Language detection

View as Markdown
Pre-Recorded Real-Time

Enabling language detection

Set the language query parameter to a regional aggregator when calling the API. Pulse will auto-detect the spoken language across the codes covered by that aggregator:

  • multi-eu — European set
  • multi-indic — Indic set
  • multi-asian — East Asian set (streaming + US region only)

Pick the aggregator that matches the audio you expect; multi-eu is the safer default for unknown European audio. When you already know the source language, pass the explicit code (en, hi, es, etc.) for the best accuracy.

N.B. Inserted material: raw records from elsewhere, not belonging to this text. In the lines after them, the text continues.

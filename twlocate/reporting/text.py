"""A finding as text for people: the answer first, then what it rests on, then the cautions."""

import io

from rich.console import Console, Group, RenderableType
from rich.padding import Padding
from rich.table import Table
from rich.text import Text

from twlocate.arrivals import Arrival
from twlocate.locating import Finding
from twlocate.position import Estimate, Fit, Piece, Reading
from twlocate.reporting.cautions import cautions_for
from twlocate.reporting.document import utc_text
from twlocate.routes import Route
from twlocate.scales import Scale, length_scale, length_text, time_scale, time_text, two_digits

FILE_WIDTH = 120
BUDGET_ROWS = 6
PLACE_ROWS = 8
SMALL_PROBABILITY = 0.005


def print_finding(finding: Finding) -> None:
    """Print the finding to stdout, as wide as the terminal."""
    Console(markup=False).print(finding_text(finding))


def plain_text(finding: Finding) -> str:
    """Return the finding as text without colours, :data:`FILE_WIDTH` characters wide."""
    console = Console(width=FILE_WIDTH, file=io.StringIO(), color_system=None, markup=False)
    with console.capture() as captured:
        console.print(finding_text(finding))
    return "\n".join(line.rstrip() for line in captured.get().splitlines()) + "\n"


def finding_text(finding: Finding) -> RenderableType:
    """Return the finding as something rich can print."""
    found, route = finding.estimate, finding.case.route
    parts: list[RenderableType] = [Text(finding.case.title, style="bold")] if finding.case.title else []
    if found:
        parts += [*_answer(found, route), *_alternatives(found, route), *_places(finding, found)]
    else:
        parts.append(Text(f"No position: {finding.reason}", style="bold"))
    parts += _arrivals(finding)
    if found:
        parts.append(_budget(found))
    parts += [_checks(finding), *_repairs(finding), _cautions(finding)]
    return Group(*(Padding(part, (0, 0, 1, 0)) for part in parts))


def _scale(found: Estimate, route: Route) -> Scale:
    """How positions are written: in a unit that suits the route, to a digit that suits the uncertainty."""
    return length_scale(max(section.length.value for section in route.sections), found.point.u_m)


def _answer(found: Estimate, route: Route) -> list[RenderableType]:
    scale = _scale(found, route)
    section = route.sections[found.point.section]
    where = f"{scale(found.point.distance_m)} from {section.from_node}"
    inside = f" in {section.name}" if len(route.sections) > 1 else f" towards {section.to_node}"
    best = Text.assemble("Look at ", (where, "bold"), inside, f", standard uncertainty {length_text(found.point.u_m)}")
    return [Group(best, *(_band_line(piece, found, route, scale) for piece in found.band))]


def _band_line(piece: Piece, found: Estimate, route: Route, scale: Scale) -> Text:
    section = route.sections[piece.section]
    from_end = section.length.value - piece.to_m, section.length.value - piece.from_m
    return Text(
        f"{found.coverage:.0%} band: {scale.number(piece.from_m)} to {scale(piece.to_m)} from {section.from_node}"
        f" = {scale.number(from_end[0])} to {scale(from_end[1])} from {section.to_node}"
    )


def _alternatives(found: Estimate, route: Route) -> list[RenderableType]:
    if len(found.alternatives) < 2 and found.in_one_run:
        return []
    table = _table("probability", "distance", "section", "attribution")
    for row in found.alternatives:
        section = route.sections[row.point.section]
        scale = length_scale(section.length.value, row.point.u_m)
        distance = f"{scale(row.point.distance_m)} ± {length_text(row.point.u_m)} from {section.from_node}"
        table.add_row(f"{row.probability:.1%}", distance, section.name, row.attribution)
    return [_titled("Alternatives", table)]


def _places(finding: Finding, found: Estimate) -> list[RenderableType]:
    likely = [place for place in finding.places if place.probability >= SMALL_PROBABILITY][:PLACE_ROWS]
    if not likely:
        return []
    scale = _scale(found, finding.case.route)
    table = _table("place", "probability", "distance", "lat, lon")
    for place in likely:
        section = finding.case.route.sections[place.section]
        where = "" if place.lat is None or place.lon is None else f"{place.lat:.6f}, {place.lon:.6f}"
        distance = f"{scale(place.distance_m)} from {section.from_node}"
        table.add_row(place.name, f"{place.probability:.0%}", distance, where)
    return [_titled("Nearest places, most probable first", table)]


def _arrivals(finding: Finding) -> list[RenderableType]:
    fits = finding.estimate.fits if finding.estimate else {}
    zero = utc_text(finding.zero_ns)
    tables: list[RenderableType] = [Text(f"Times count from {zero}")] if zero else []
    index = 0
    for observation in finding.observations:
        table = _table("time", "u", "sign", "SNR", "taken for", "residual")
        for arrival in observation.picks.arrivals:
            table.add_row(*_arrival_row(arrival, finding.readings[index], fits.get(index)))
            index += 1
        if not observation.picks.arrivals:
            table.add_row("none stands out of the noise")
        tables.append(_titled(f"Arrivals at {observation.terminal.node} in the {observation.wave.name}", table))
    return tables


def _arrival_row(arrival: Arrival, reading: Reading, fit: Fit | None) -> tuple[str, ...]:
    scale, small = time_scale(reading.time_s, reading.u_s), time_scale(reading.u_s, reading.u_s)
    sign = "+" if arrival.polarity > 0 else "−"
    used = (fit.path, small(fit.residual_s)) if fit else ("not used", "")
    return scale(reading.time_s), small(reading.u_s), sign, f"{arrival.snr_db:.0f} dB", *used


def _budget(found: Estimate) -> Group:
    table = _table("input", "its u", "contribution")
    for row in found.budget[:BUDGET_ROWS]:
        u = time_text(row.u) if row.unit == "s" else f"{two_digits(row.u)} {row.unit}"
        table.add_row(row.input, u, length_text(row.metres))
    rest = found.budget[BUDGET_ROWS:]
    if rest:
        table.add_row(f"{len(rest)} more", "", length_text(sum(row.metres**2 for row in rest) ** 0.5))
    table.add_row("together", "", length_text(found.point.u_m), style="bold")
    return _titled("What the uncertainty is made of", table)


def _checks(finding: Finding) -> Group:
    table = _table("", "check", "what was seen")
    for gate in finding.checks:
        table.add_row("ok" if gate.passed else "mind", gate.name, gate.detail, style=None if gate.passed else "bold")
    return _titled("Checks", table)


def _repairs(finding: Finding) -> list[RenderableType]:
    rows = [(o.record.path.name, repair) for o in finding.observations for repair in o.record.repairs]
    if not rows:
        return []
    table = _table("file", "what", "where", "assumed", "how sure")
    for file, repair in rows:
        table.add_row(file, repair.what, repair.where, repair.assumed, repair.confidence)
    return [_titled("Repairs made in reading", table)]


def _cautions(finding: Finding) -> Group:
    table = _table("", "")
    table.show_header = False
    for number, caution in enumerate(cautions_for(finding.case.kind), 1):
        table.add_row(str(number), caution)
    return _titled("Cautions", table)


def _table(*columns: str) -> Table:
    table = Table(*columns, box=None, pad_edge=False, header_style="dim")
    table.padding = (0, 2, 0, 0)
    return table


def _titled(title: str, table: Table) -> Group:
    return Group(Text(title, style="bold"), table)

For the exact codes inside each aggregator + region notes, see the Pulse model card — the single source of truth for which languages are supported on streaming vs batch.

Pre-Recorded API

$# Download sample audio (or use your own file)
$curl -sL -o audio.wav "https://github.com/smallest-inc/cookbook/raw/main/speech-to-text/getting-started/samples/audio.wav"
$
$curl --request POST \
> --url "https://api.smallest.ai/waves/v1/stt/?model=pulse&language=multi-eu&word_timestamps=true" \
> --header "Authorization: Bearer $SMALLEST_API_KEY" \
> --header "Content-Type: audio/wav" \
> --data-binary "@audio.wav"

Real-Time WebSocket API

1const url = new URL("wss://api.smallest.ai/waves/v1/stt/live?model=pulse");
2url.searchParams.append("language", "multi-eu");
3url.searchParams.append("encoding", "linear16");
4url.searchParams.append("sample_rate", "16000");
5
6const ws = new WebSocket(url.toString(), {
7 headers: {
8 Authorization: `Bearer ${API_KEY}`,
9 },
10});

Output format & field of interest

When language detection is enabled, the transcription (or transcript for realtime), words, and utterances arrays are emitted in the detected language. The response includes a language field with the detected primary language code, and a languages array (in realtime responses where is_final=true) listing all detected languages. Persist the detected locale in your app by storing the language parameter you supplied (for auditing) and by inspecting downstream metadata such as subtitles or captions that inherit the localized transcript.

Sample response

Pre-Recorded API Response

1{
2 "status": "success",
3 "transcription": "Hola mundo.",
4 "words": [
5 { "start": 0.0, "end": 0.4, "word": "Hola" },
6 { "start": 0.5, "end": 0.9, "word": "mundo." }
7 ],
8 "utterances": [
9 { "text": "Hola mundo.", "start": 0.0, "end": 0.9 }
10 ]
11}

Real-Time WebSocket API Response

1{
2 "session_id": "sess_12345abcde",
3 "transcript": "Hola mundo.",
4 "is_final": true,
5 "is_last": false,
6 "language": "es",
7 "languages": ["es"]
8}

The language field is only returned when is_final=true in real-time API responses. The languages array lists all languages detected in the audio and is also only included when is_final=true.